Let $A,B$ be $n×n$ matrices such that $BA = I_n$, where $I_n$ is the identity matrix.
$(1)$ Suppose that there exists $n×n$ matrix $C$ such that $AC = I_n$. Using properties of the matrix multiplication only (Theorem 2, sec. 2.1, p.113) show that $B = C$.
$(2)$ Show that if $A, B$ satisfy $BA = I_n$, then C satisfying $AC = I_n$ exists. Hint: Consider equation $Ax ̄ = e_i$ for $e_i$ - an elements from the standard basis of $R^n$. Show that this equation has a unique solution for each $e_i$.
Theorem 2
Attempt: $(1)$Ehhm... since $BA=I_n$ then $B$ is the inverse of $A$. Same with $C$. And since a matrix has a unique inverse $B=C$. But, I don't see how to prove it using the properties of multiplication only. Maybe something like this: $A=B^{-1}I_n=B^{-1}\\A=I_nC^{-1}=C^{-1}\\C^{-1}=B^{-1}\\C=B$
So, I am not sure about this one because I am using the inverse of a matrix, but I am told to only use the properties of multiplication.
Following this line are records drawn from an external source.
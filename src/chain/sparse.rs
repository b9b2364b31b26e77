//! The little sparse linear algebra the chain needs: coordinate lists with a transposed
//! product, and faer's sparse LU with transposed solves.

use crate::error::{Error, Result};
use faer::Mat;
use faer::linalg::solvers::Solve;
use faer::sparse::{SparseColMat, Triplet};

/// A sparse matrix as (row, column, value) entries; repeated entries add up.
#[derive(Debug, Clone)]
pub(super) struct Triplets {
    rows: usize,
    cols: usize,
    entries: Vec<(usize, usize, f64)>,
}

impl Triplets {
    pub(super) fn new(rows: usize, cols: usize) -> Self {
        Triplets {
            rows,
            cols,
            entries: Vec::new(),
        }
    }

    pub(super) fn push(&mut self, i: usize, j: usize, v: f64) {
        self.entries.push((i, j, v));
    }

    pub(super) fn iter(&self) -> impl Iterator<Item = (usize, usize, f64)> + '_ {
        self.entries.iter().copied()
    }

    /// Mx.
    pub(super) fn mul(&self, x: &[f64]) -> Vec<f64> {
        let mut y = vec![0.0; self.rows];
        for &(i, j, v) in &self.entries {
            y[i] += v * x[j];
        }
        y
    }

    /// Mᵀx.
    pub(super) fn tmul(&self, x: &[f64]) -> Vec<f64> {
        let mut y = vec![0.0; self.cols];
        for &(i, j, v) in &self.entries {
            y[j] += v * x[i];
        }
        y
    }
}

/// A sparse LU factorisation of a square matrix.
pub(super) struct Lu {
    n: usize,
    lu: Option<faer::sparse::linalg::solvers::Lu<usize, f64>>,
}

impl Lu {
    pub(super) fn new(a: &Triplets) -> Result<Self> {
        let n = a.rows;
        if n == 0 {
            return Ok(Lu { n, lu: None });
        }
        let trips: Vec<Triplet<usize, usize, f64>> = a.entries.iter().map(|&(i, j, v)| Triplet::new(i, j, v)).collect();
        let mat = SparseColMat::<usize, f64>::try_new_from_triplets(n, n, &trips)
            .map_err(|e| Error::Numerical(format!("could not assemble I − Q: {e:?}")))?;
        let lu = mat
            .sp_lu()
            .map_err(|e| Error::Numerical(format!("I − Q could not be factorised: {e:?}")))?;
        Ok(Lu { n, lu: Some(lu) })
    }

    /// x with Ax = b.
    pub(super) fn solve(&self, b: &[f64]) -> Result<Vec<f64>> {
        self.solve_with(b, false)
    }

    /// x with Aᵀx = b.
    pub(super) fn solve_transpose(&self, b: &[f64]) -> Result<Vec<f64>> {
        self.solve_with(b, true)
    }

    fn solve_with(&self, b: &[f64], transpose: bool) -> Result<Vec<f64>> {
        let Some(lu) = &self.lu else {
            return Ok(Vec::new());
        };
        let mut rhs = Mat::<f64>::from_fn(self.n, 1, |i, _| b[i]);
        if transpose {
            lu.solve_transpose_in_place(rhs.as_mut());
        } else {
            lu.solve_in_place(rhs.as_mut());
        }
        let x: Vec<f64> = (0..self.n).map(|i| rhs[(i, 0)]).collect();
        if x.iter().any(|v| !v.is_finite()) {
            return Err(Error::Numerical(
                "I − Q is singular: some states cannot reach an absorbing state".into(),
            ));
        }
        Ok(x)
    }
}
Hints please.
$(2)$ Lets say that $BA=I_3$. Then, $\vec e_1=\begin{pmatrix} 1 \\ 0 \\ 0 \end{pmatrix}\; ,\vec e_2=\begin{pmatrix} 0 \\ 1 \\ 0 \end{pmatrix}\; ,\vec e_3=\begin{pmatrix} 0 \\ 0 \\ 1 \end{pmatrix}$. Then, $AC=I_3$, where $C=\begin{pmatrix} c_{11} & c_{12} & c_{13} \\ c_{21} & c_{22} & c_{23} \\ c_{31} & c_{32} & c_{33} \end{pmatrix}$. So, $A\begin{pmatrix} c_{11} \\ c_{21} \\ c_{31} \end{pmatrix}= \vec e_1$. I am trying to use that hint here($A\vec x=e_i$ has a unique solution).How do I show that this system is consistent and has a unique solution. Thanks.